* What you will do
From the records below, copy each line that has the word "unmeasured" in it.

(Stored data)
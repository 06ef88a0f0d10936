// Package csvgrid reads and writes numeric grids as delimited text: one grid
// row per line, values separated by commas, tabs, semicolons or runs of
// spaces (detected from the first data line). A first line made only of
// non-numeric labels is taken as a header and skipped. Ragged rows,
// non-numbers, NaN and Inf are errors that name the line and column.
package csvgrid
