def _finish(df: pd.DataFrame, info: DemInfo, *, seed: int, loader: _ScorerLoader, params: dict, t_start: float,
            started: str, failed: dict, command: str, timing: dict, unmeasured=None,
            footprint=None, pool: TilePool, spec: ModelSpec | None = None,
            background: dict | None = None) -> SurveyResult:
    """Scaling, scoring, population statistics and provenance of the merged craters.

    When the tiles ran on Dask, the scoring (with the model of ``spec``, loaded on a worker
    while the last tiles ran: ``background`` from :func:`_background_tasks`) and the population
    statistics (positions and sizes only) go to two workers, and this process imports neither
    scikit-learn nor skops. With in-process tiles the statistics run here, and the scoring
    runs in the ``loader``'s scoring process when it has one (one tile, several cores; this
    process then imports neither either), else here with the model it read before the tiles.
    ``pool`` is closed here, so its teardown counts as ``cluster``.
    """
    t_finish = time.perf_counter()
    # Computed by a Dask worker beside the last tiles when there was one (see _side_tasks).
    footprint_src = valid_footprint(info) if footprint is None else footprint
    on_workers = pool.client is not None and spec is not None
    warm, warm_population = ((background or {}).get(k) for k in ("model", "population"))
    population_job = score_job = None
    waited = 0.0  # for the model, in this process
    timing["model_load"] = 0.0
    if len(df):
        cols = [c for c in _POPULATION_COLUMNS if c in df.columns]
        if on_workers:
            t_wait = time.perf_counter()
            try:
                where, timing["model_load"] = warm.result() if warm is not None else (None, 0.0)
            except Exception as err:  # noqa: BLE001 - the scoring task loads it again and reports
                log.debug("loading the model on a worker failed: %s", err)
                where = None
            waited += time.perf_counter() - t_wait
            score_job = pool.submit(score_table, df, info.body, spec, workers=[where] if where else None)
            try:
                ready = warm_population.result() if warm_population is not None else None
            except Exception:  # noqa: BLE001 - only a head start; the statistics import it anyway
                ready = None
            # On the worker that imported the statistics, even if it also holds the model:
            # after the scoring (~1 s) there beats importing them afresh elsewhere (~2 s).
            target = [ready] if ready else [w for w in pool.worker_addresses() if w != where]
            log.debug("scoring on %s (model ready there: %s), statistics on %s (imports ready on %s)",
                      where, where is not None, target, ready)
            args = (df[cols], info, footprint_src, seed)
            if pool.shares:
                population_job = _SharedPopulation(pool, args, where)
            elif where is not None and target and where not in target:
                population_job = _SplitPopulation(pool, args, where, target)
            else:
                population_job = pool.submit(_population, *args, workers=target or None)
        else:  # in this process, when its result is asked for (after the scoring)
            population_job = pool.submit(_population, df[cols], info, footprint_src, seed)
    t_import = time.perf_counter()
    from ..outputs import run_provenance

    if not on_workers:
        # The finish stage's one-off imports (scipy.stats among them: ~0.5 s when scikit-learn,
        # which imports it too, is in another process).
        importlib.import_module("morpho.population.statistics")
        if loader.process is None:
            from ..scaling import add_scaling_columns  # noqa: F401
            from ..scoring import score_craters  # noqa: F401

    # One-off imports of the finish stage's code are a fixed cost, like the tile code's.
    imported = time.perf_counter() - t_import
    timing["warmup"] = timing.get("warmup", 0.0) + imported
    helper = loader.process  # a second process holding the model (in-process tiles, > 1 core)
    if on_workers:
        model_path = Path(spec.path)
    else:
        t_model = time.perf_counter()
        loaded = helper.wait_model() if helper is not None else None
        if loaded is None:
            helper = None
            fitted, model_path = loader.result()
            timing["model_load"] = loader.seconds
        else:
            model_path = Path(helper.spec.path)
            timing["model_load"] = loaded
        waited += time.perf_counter() - t_model  # 0 when it was loaded before in-process tiles
    envelope = None
    if len(df):
        t0 = time.perf_counter()
        if on_workers:
            if pool.shares:  # this process's part of the statistics while the worker scores
                pop, chains = population_job.result()
            df, loading = score_job.result()
            # Loaded by the scoring task itself when the warm-up did not reach that worker.
            timing["model_load"] += loading
            waited += loading
        elif helper is not None:
            score_job = helper.score(df, info.body)
            pop, chains = population_job.result()  # here, while the other process scores
            scored = helper.scores(score_job)
            if scored is None:  # that process broke: score here
                scored = apply_scores(df, info.body, loader.result()[0])
            df = scored
        else:
            df = apply_scores(df, info.body, fitted)
        t1 = time.perf_counter()
        if helper is None and not (on_workers and pool.shares):
            pop, chains = population_job.result()
            log.info("scaling + scoring %.1f s, then waited %.1f s for the population statistics (%d craters)",
                     t1 - t0, time.perf_counter() - t1, len(df))
        else:
            log.info("population statistics here and scoring beside them %.1f s (%d craters)", t1 - t0, len(df))
        df["cluster_id"] = pop["cluster_id"]
        df["chain_id"] = pop["chain_id"]
        population = pop["stats"]
        envelope = pop["envelope"]
        craters = _geodataframe(df, info)
    else:
        craters = _empty_craters(info)
        population = pd.DataFrame({"statistic": pd.Series([], dtype=str), "value": pd.Series([], dtype=float),
                                   "p_value": pd.Series([], dtype=float), "n": pd.Series([], dtype="int64"),
                                   "method": pd.Series([], dtype=str), "reference": pd.Series([], dtype=str)})
        chains = _chains_frame([], [], info)
    footprint = gpd.GeoDataFrame({"name": ["valid_data"]}, geometry=[footprint_src], crs=_crs_for_output(info))
    run = run_provenance(
        info.path, command=command, parameters=params, raster_size=(info.height, info.width),
        crs=info.crs, body=info.body, seed=seed, model_path=model_path, start_time=started,
        end_time=datetime.now(UTC).isoformat(timespec="seconds"),
        tiles_failed=[f"{k}: {v}" for k, v in sorted(failed.items())],
        extra={"n_craters": len(craters), "n_tiles": params.get("n_tiles", ""),
               "ground_pixel_m": list(info.ground_pixel_m),
               "warped_to_local_stereographic": info.needs_warp},
    )
    before_close = pool.seconds
    pool.close()
    timing["cluster"] = timing.get("cluster", 0.0) + pool.seconds - before_close
    now = time.perf_counter()
    timing["model_wait"] = waited if on_workers or loader.process is not None else loader.seconds
    timing["finish"] = now - t_finish - imported - waited - (pool.seconds - before_close)
    # Wall time of the stages (seconds; differs run to run, unlike every other value).
    caveats = run.pop("caveats")  # stays the last key
    run["seconds"] = f"{now - t_start:.3f}"
    run["timing_s"] = json.dumps({k: round(v, 3) for k, v in timing.items()})
    run["caveats"] = caveats
    log.info("survey stages (s): %s", ", ".join(f"{k} {v:.2f}" for k, v in timing.items()))
    return SurveyResult(craters, population, chains, footprint, run, failed, unmeasured, envelope)
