def test_derivatives_match_finite_differences_of_the_betabinom_loglik():
    # Central differences of the summed scipy.stats.betabinom.logpmf on shallow samples (the
    # log-likelihood stays small, so rounding ~eps |l| / h is negligible; truncation ~h^2;
    # common practice): relative tolerance 1e-5 for first and 1e-3 for second differences.
    rng = np.random.default_rng(3)
    depths = rng.integers(2, 60, 40).astype(float)
    p = np.array([[0.6, 0.3, 0.08, 0.02]])
    theta = np.array([4.0])
    counts = rng.multinomial(depths.astype(np.int64)[None, :],
                             rng.dirichlet(theta[0] * p[0], size=(1, depths.size)))
    point = profile_point(summarise_counts(counts, depths), p, theta)
    h = 1e-5 * p
    up, centre, down = (_betabinom_sum(counts, depths, p + d, theta) for d in (h, 0 * h, -h))
    np.testing.assert_allclose(point.score, (up - down) / (2 * h), rtol=1e-5)
    np.testing.assert_allclose(point.information, -(up - 2 * centre + down) / h**2, rtol=1e-3)
    g = 1e-5
    shifted = [_betabinom_sum(counts, depths, p + h, theta * np.exp(sign * g))
               - _betabinom_sum(counts, depths, p - h, theta * np.exp(sign * g))
               for sign in (1, -1)]
    np.testing.assert_allclose(point.drift, (shifted[0] - shifted[1]) / (4 * g * h), rtol=1e-3)


def test_beta_curve_step_is_exact_for_a_beta_kernel():
    # f(p) = alpha log p + gamma log(1 - p) peaks at alpha / (alpha + gamma) (the Beta mode
    # with shapes alpha + 1, gamma + 1); the step matches f's score and curvature, so it lands
    # there with the exact gain from any start.
    alpha, gamma = np.array([[2.0, 50.0, 0.3]]), np.array([[30.0, 50.0, 900.0]])
    start = np.array([[0.3, 0.02, 1e-5]])
    score = alpha / start - gamma / (1 - start)
    information = alpha / start**2 + gamma / (1 - start) ** 2
    peak, gain = beta_curve_step(start, score, information)
    np.testing.assert_allclose(peak, alpha / (alpha + gamma), rtol=1e-10)

    def f(x):
        return alpha * np.log(x) + gamma * np.log(1 - x)

    np.testing.assert_allclose(gain, f(peak) - f(start), rtol=1e-9)
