// How each column of a plate map is read: which one is the substrate, the match values, a
// standard's concentration, with the unit its header names (include/vzero/plate_map.hpp).
#pragma once

#include <string>
#include <vector>

#include "vzero/plate_map.hpp"

namespace vzero::detail {

enum class ColumnKind { well, role, substrate, standard_conc, match, compound, compound_conc, other };

struct ColumnPlan {
  std::vector<ColumnKind> kind;  // per column, in file order
  std::vector<int> decades;      // per column: value as written × 10^decades = value in the run's unit
  std::vector<ColumnUse> uses;
  std::vector<std::string> warnings;
  std::vector<std::string> unread_concentrations;  // other columns whose name says concentration
  bool match_is_substrate = false;  // --match-column names the substrate column: blanks match by substrate value
};

// Throws InputError at file:header_line when a column named in `options` is missing or
// two columns would be read as the same thing.
ColumnPlan plan_map_columns(const std::string& file, int header_line, const std::vector<std::string>& columns,
                            const MapColumnOptions& options);

// In a screen's map (control wells present) without a compound concentration column: each
// column that looks like a concentration but is read as nothing is a warning naming
// --compound-conc-column (and --substrate-column); these replace the plan's own warnings.
std::vector<std::string> screen_column_warnings(const ColumnPlan& plan, const std::string& file);

// `value` × 10^decades, exact for decimal-looking values (divides for negative decades).
double scale_by_decades(double value, int decades);

}  // namespace vzero::detail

* Exercise solution
            started: str, failed: dict, command: str, timing: dict, unmeasured=None,
    return SurveyResult(craters, population, chains, footprint, run, failed, unmeasured, envelope)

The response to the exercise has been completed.